Q: I thought the letter was a scam, so I threw out my debit card. How do I get it replaced?
A: “I opened an unmarked envelope, saw what looked like a credit card I hadn’t ordered from the Money Network, and I threw it out,” said Sarah Bardinone from New York City.
Don’t worry. You can get a replacement card.
“Individuals who have lost or destroyed their EIP card may request a free replacement through customer service,” said a Treasury spokeswoman. “The standard fee of $7.50 will be waived for the first reissuance of any EIP card. Any initial reissuance fee charged to a customer from an earlier date will be reversed. Individuals do not need to know their card number to request a replacement.”
Call 800-240-8100 for a lost, tossed or stolen card. Press through the automated options until you reach a customer representative if you don’t have the card number.
If the card has more than one name, only the primary cardholder — the person listed first on the card — can request a replacement. In an acknowledgment that names have been mismatched, MetaBank says the payee with the first name on the first line should make the call.A card that is reported lost or stolen will be deactivated to prevent anyone else from using it.

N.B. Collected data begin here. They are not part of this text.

import { describe, expect, it } from 'vitest';
import type { DocNode } from '#shared/document/define-block.ts';
import { printedNumbersOf } from './printed-numbers.ts';

const text = (words: string): DocNode => ({ type: 'text', text: words });
const cell = (words: string): DocNode => ({
  type: 'tableCell',
  content: [{ type: 'paragraph', content: [text(words)] }],
});
const row = (role: string, cells: string[]): DocNode => ({
  type: 'tableRow',
  attrs: { role },
  content: cells.map(cell),
});

const document: DocNode = {
  type: 'doc',
  content: [
    {
      type: 'paragraph',
      content: [
        text('The first i-f is 10.700 mc, the injection '),
        { type: 'liveValue', attrs: { quantity: 'q1', printed: '145.900 mc' } },
        text('. See 5-3.'),
      ],
    },
    {
      type: 'table',
      attrs: { id: 't1', columns: [{ heading: 'CHAN' }, { heading: 'CRYSTAL (MC)' }, { heading: 'USE' }] },
      content: [row('head', ['CHAN', 'CRYSTAL (MC)', 'USE']), row('body', ['12', '16.211111', 'PORT'])],
    },
  ],
};

describe('the printed numbers of a manual', () => {
  const numbers = printedNumbersOf([{ pageId: 'p1', document }], new Map([['q1', 'injection']]));

  it('are those with a unit in its text, with the words ahead of them, and live ones with their symbol', () => {
    expect(numbers.slice(0, 2)).toMatchObject([
      { id: 'n1', text: '10.700 mc', value: 10.7e6, dimension: 'frequency', page: 'p1', label: 'First i-f' },
      { text: '145.900 mc', symbol: 'injection' },
    ]);
  });

  it('and those of its tables, in the unit of the head of their column', () => {
    expect(numbers.slice(2)).toMatchObject([
      { text: '12', dimension: 'plain number', column: { name: 'CHAN', row: 1 } },
      { value: 16_211_111, column: { table: 'p1 t1', name: 'CRYSTAL (MC)', row: 1 } },
    ]);
    expect(numbers).toHaveLength(4);
  });
});
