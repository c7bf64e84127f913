import type { TableColumn } from '#shared/document/blocks/table.ts';
import type { FoundRow, FoundTable } from './find-tables.ts';
import type { ReadingWord } from './reading.ts';
import { columnMeaning } from './type-columns.ts';

export type RowRole = 'head' | 'section' | 'body';
/** A found table with its rows sorted into heading, section and body rows, and its columns typed. */
export type TypedTable = { found: FoundTable; roles: RowRole[]; body: FoundRow[]; columns: TableColumn[] };

export const textOfCell = (words: readonly ReadingWord[]): string =>
  words
    .map(({ text }) => text)
    .filter((text) => text !== '')
    .join(' ');
const filledCells = ({ cells }: FoundRow): ReadingWord[][] => cells.filter((cell) => cell.length > 0);

export function typedTable(found: FoundTable): TypedTable {
  const headCount = headRows(found.rows);
  const roles = found.rows.map((row, index): RowRole =>
    index < headCount ? 'head' : isSection(row) ? 'section' : 'body',
  );
  const body = found.rows.filter((_, index) => roles[index] === 'body');
  const columns = found.columns.map((_, column) => {
    const heading = found.rows
      .slice(0, headCount)
      .map(({ cells }) => textOfCell(cells[column] ?? []))
      .join(' ')
      .trim();
    const cells = body.map((row) => textOfCell(row.cells[column] ?? []));
    return { heading, meaning: columnMeaning(heading, cells) };
  });
  return { found, roles, body, columns };
}

/** Heading rows stand at the top and hold words, hardly a digit; a table may have none. */
function headRows(rows: readonly FoundRow[]): number {
  let count = 0;
  while (count < Math.min(3, rows.length - 1)) {
    const cells = filledCells(rows[count] ?? { cells: [], zone: [0, 0, 0, 0] });
    const wordy = cells.filter((cell) => !/\d/.test(textOfCell(cell))).length;
    if (cells.length < 2 || wordy < cells.length * 0.8) break;
    count += 1;
  }
  return count;
}

/** A section heading is alone on its row, in words: "CAPACITORS". */
function isSection(row: FoundRow): boolean {
  const filled = filledCells(row);
  return filled.length === 1 && /^[A-Za-z][A-Za-z ,.&-]{3,}$/.test(textOfCell(filled[0] ?? []));
}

Q: What are some of the fees associated with the card?
A: You will have to pay a fee for certain transactions with the economic impact card. Here are some ways you may incur a charge, according to the cardholder agreement Treasury has with MetaBank.
Bank teller counter transaction: The first withdrawal is free, but it’s $5 for each withdrawal or transaction after that. Additionally, you may also be charged a fee by the bank.
Out-of-network ATM fee: The first withdrawal from an out-of-network ATM is free. After that, it’s $2. You may also be separately charged a fee by the owner or operator of the ATM. Again, to avoid fees, search for an in-network ATM here.